The study of permutations and combinations in mathematics offers a multitude of intriguing problems, particularly when it comes to arranging objects with certain restrictions.

Restricted Arrangements

• Objective: To arrange items with specific rules or limitations.
• Application: Useful in complex problems, especially in combinatorics.

Key Concepts

1. Fixed Position: Some items must be in specific places.

2. Adjacency: Certain items must or must not be next to each other.

3. Separation: Specific spacing between items is required.

Strategy for Solving

• Total Minus Restricted: First calculate all possible arrangements, then subtract those that break the rules.

Examples

Example 1. Arranging People in a Line

Image courtesy of Vertor Stock

Objective: Arrange Alice, Ben, Carol, Dave, and Emma in a line with the restriction that Alice and Ben are not next to each other.

Solution:

• Total Unrestricted Arrangements:
  • $5! = 120$
• Restricted Arrangements (Alice and Ben together):
  • Treat Alice and Ben as one unit: $4!$ arrangements
  • Alice and Ben can switch places: $2!$
  • Total restricted arrangements: $24 \times 2 = 48$
• Final Calculation:
  • Subtract restricted from total: $120 - 48 = 72$

Result: There are 72 ways to arrange these five people with Alice and Ben not next to each other.

Example 2. Arranging Letters in 'MATHEMATICS'

Image courtesy of Brainly

Objective: Arrange the letters in "MATHEMATICS" such that the two 'M's are never adjacent.

Solution:

• Total Arrangements Without Restriction:
  • Formula: $\frac{11!}{2! \times 2! \times 2!}$
  • Calculation: $\frac{39916800}{8} = 4989600$
• Arrangements with M's Adjacent:
  • Treat 'MM' as one unit, reducing to "MMATHEATICS".
  • Formula: $\left( \frac{10!}{2! \times 2!} \right) \times 2!$
  • Calculation: $\left( \frac{3628800}{4} \right) \times 2 = 1814400$
• Final Calculation:
  • Subtract arrangements with 'M's adjacent from total.
  • Calculation: $4989600 - 1814400 = 3175200$

Result: There are 3,175,200 distinct arrangements of "MATHEMATICS" where the two 'M's are not adjacent.

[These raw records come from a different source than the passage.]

def test_missing_file(tmp_path):
    file = tmp_path / "nope.toml"
    with pytest.raises(ConfigError, match=r"nope\.toml: no such config file"):
        load_config(file)


def test_directory_instead_of_file(tmp_path):
    with pytest.raises(ConfigError, match="cannot read the config file"):
        load_config(tmp_path)


def test_not_utf8(tmp_path):
    file = tmp_path / "latin1.toml"
    file.write_bytes(b'[project]\nname = "Caf\xe9"\n')
    with pytest.raises(ConfigError, match="not UTF-8 text"):
        load_config(file)


def test_parameter_error_becomes_config_error(monkeypatch):
    # allocation records validate in __post_init__; their ParameterError gets the file
    def refuse(**_):
        msg = "seismic: something out of its domain"
        raise ParameterError(msg)

    monkeypatch.setattr(config_module, "SeismicParameters", refuse)
    message = error_of(MINIMAL)
    assert message == "demo.toml: seismic: something out of its domain"


# ---- fuzzing: only ConfigError ever comes out ---------------------------------------

scalars = st.one_of(
    st.text(max_size=12),
    st.sampled_from(
        [
            "260 plf",
            "15 psf",
            "nan psf",
            "8 s",
            "10 deg",
            "0.5 m",
            "elf",
            "given",
            "-1 kN",
            "1e400 N",
            "3 (m",
            "ASD",
            "wood_structural_panel",
        ]
    ),
    st.integers(-(10**20), 10**20),
    st.floats(allow_nan=True, allow_infinity=True),
    st.booleans(),
    st.dates(),
)
values = st.recursive(
    scalars,
    lambda inner: (
        st.lists(inner, max_size=3)
        | st.dictionaries(st.text(max_size=8), inner, max_size=3)
    ),
    max_leaves=8,
)
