def test_missing_empty_foreign_and_truncated_files(tmp_path, velocity_file):
    with pytest.raises(InputError, match="nowhere.nc"):
        open_dataset([tmp_path / "nowhere.nc"], IngestSettings())
    empty = tmp_path / "empty.nc"
    empty.write_bytes(b"")
    with pytest.raises(InputError, match="empty.nc"):
        open_dataset([empty], IngestSettings())
    text = tmp_path / "notes.nc"
    text.write_text("u,v\n1,2\n")
    with pytest.raises(InputError, match="notes.nc"):
        open_dataset([text], IngestSettings())
    u, v, _ = _fields()
    for fmt in ("NETCDF4", "NETCDF3_64BIT"):
        full = _write(tmp_path / f"full_{fmt}.nc", u, v, fmt=fmt)
        data = full.read_bytes()
        cut = tmp_path / f"cut_{fmt}.nc"
        cut.write_bytes(data[: len(data) * 2 // 3])
        with pytest.raises(InputError, match=f"cut_{fmt}.nc"):
            open_dataset([cut], IngestSettings())


def test_no_velocity_lists_variables_and_settings(tmp_path):
    ds = xr.Dataset({"temp": (("time", "lat", "lon"), np.ones((NT, NY, NX)),
                              {"standard_name": "sea_water_temperature"})},
                    coords={"time": ("time", np.arange(NT, dtype=float),
                                     {"units": "days since 2001-01-01"}),
                            "lat": ("lat", LAT), "lon": ("lon", LON)})
    path = tmp_path / "temperature.nc"
    ds.to_netcdf(path)
    with pytest.raises(InputError) as err:
        open_dataset([path], IngestSettings())
    msg = _message(err)
    assert "temperature.nc" in msg and "temp (sea_water_temperature)" in msg
    assert "ingest.u_var" in msg and "ingest.ssh_var" in msg


def test_no_latitude_longitude(tmp_path):
    u, v, _ = _fields()
    ds = xr.Dataset({"u": (("time", "j", "i"), u, {"standard_name": "eastward_sea_water_velocity",
                                                    "units": "m s-1"}),
                     "v": (("time", "j", "i"), v, {"standard_name": "northward_sea_water_velocity",
                                                    "units": "m s-1"})},
                    coords={"time": ("time", np.arange(NT, dtype=float),
                                     {"units": "days since 2001-01-01"})})
    path = tmp_path / "nocoords.nc"
    ds.to_netcdf(path)
    with pytest.raises(InputError, match="nocoords.nc"):
        open_dataset([path], IngestSettings())


def test_all_missing_values(tmp_path):
    nan = np.full((NT, NY, NX), np.nan)
    with pytest.raises(InputError, match="allnan.nc"):
        open_dataset([_write(tmp_path / "allnan.nc", nan, nan)], IngestSettings())


def test_mismatched_shapes(tmp_path):
    u, v, _ = _fields()
    ds = xr.Dataset({"u": (("time", "lat", "lon"), u, {"standard_name": "eastward_sea_water_velocity",
                                                        "units": "m s-1"}),
                     "v": (("time", "lat2", "lon"), v[:, :4],
                           {"standard_name": "northward_sea_water_velocity", "units": "m s-1"})},
                    coords={"time": ("time", np.arange(NT, dtype=float),
                                     {"units": "days since 2001-01-01"}),
                            "lat": ("lat", LAT, {"units": "degrees_north"}),
                            "lon": ("lon", LON, {"units": "degrees_east"})})
    path = tmp_path / "shapes.nc"
    ds.to_netcdf(path)
    with pytest.raises(InputError, match="shapes.nc"):
        open_dataset([path], IngestSettings())


def test_latitude_out_of_range(tmp_path):
    u, v, _ = _fields()
    with pytest.raises(InputError, match="badlat.nc"):
        open_dataset([_write(tmp_path / "badlat.nc", u, v, lat=np.linspace(80, 120, NY))],
                     IngestSettings())


def test_single_time_step_is_a_record_error(tmp_path):
    u, v, _ = _fields(nt=1)
    path = _write(tmp_path / "one.nc", u, v)
    with pytest.raises(RecordError, match="one.nc"):
        open_dataset([path], IngestSettings())
    # geometry only needs no record; appending to a record accepts one step
    assert open_mask([path], IngestSettings()).mask.values.sum() > 0
    assert open_dataset([path], IngestSettings(), min_time_steps=1).sizes["time"] == 1


def test_repeated_or_backward_time_is_a_record_error(tmp_path):
    u, v, _ = _fields(nt=8)
    a = _write(tmp_path / "first.nc", u[:5], v[:5], time=np.arange(5.0))
    b = _write(tmp_path / "overlap.nc", u[4:], v[4:], time=np.arange(4.0, 8.0))
    with pytest.raises(RecordError, match="overlap.nc"):
        open_dataset([a, b], IngestSettings())
    back = _write(tmp_path / "backwards.nc", u, v, time=[0, 1, 2, 5, 4, 6, 7, 8])
    with pytest.raises(RecordError, match="backwards.nc"):
        open_dataset([back], IngestSettings())


def test_absurd_values_at_first_step_and_later(tmp_path):
    u, v, _ = _fields()
    bad_first = u.copy()
    bad_first[0, 2, 3] = 1.0e4
    with pytest.raises(InputError, match="absurd_first.nc") as err:
        open_dataset([_write(tmp_path / "absurd_first.nc", bad_first, v)], IngestSettings())
    assert "1 values" in str(err.value) and "y=2, x=3" in str(err.value)
    bad_later = u.copy()
    bad_later[4, 1, 1] = np.inf
    ds = open_dataset([_write(tmp_path / "absurd_later.nc", bad_later, v)],
                      IngestSettings(time_chunk=2))
    with pytest.raises(InputError, match="absurd_later.nc"):
        ds.u.values  # noqa: B018 - the stream pass meets the bad chunk


def test_time_chunks_are_whole_file_chunks(tmp_path):
    from coastmon.io.ingest import _aligned_chunk

    var = xr.DataArray(np.zeros((40, 3, 4), dtype=np.float32), dims=("time", "y", "x"))
    var.encoding["chunksizes"] = (7, 3, 4)
    # check: common practice, no source (a time block made of whole file chunks decompresses
    # each chunk once; 20 steps would cut the third chunk in two)
    assert _aligned_chunk(20, var, "time", IngestSettings()) == 14
    assert _aligned_chunk(5, var, "time", IngestSettings()) == 5  # file chunks longer: kept
    assert _aligned_chunk(20, var, "time", IngestSettings(time_chunk=20)) == 20  # user's choice
    var.encoding = {"preferred_chunks": {"time": 10, "y": 3, "x": 4}}  # as Zarr stores give it
    assert _aligned_chunk(25, var, "time", IngestSettings()) == 20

Example 3: Multi-row Arrangements

Objective: Arrange six students in two rows of three, with restrictions on placements.

Solution:

• Each Row Arrangements: $3! = 6$
• Restrictions (A and B in Same Row):
  • $2 \times 2! = 4$ (for A and B together in one row)
• Final Calculation:
  • Total without restriction: $6 \times 6 = 36$
  • Restricted (A and B together): $4 \times 2 = 8$
  • Total with restriction: $36 - 8 = 28$

Result: $28$ distinct arrangements.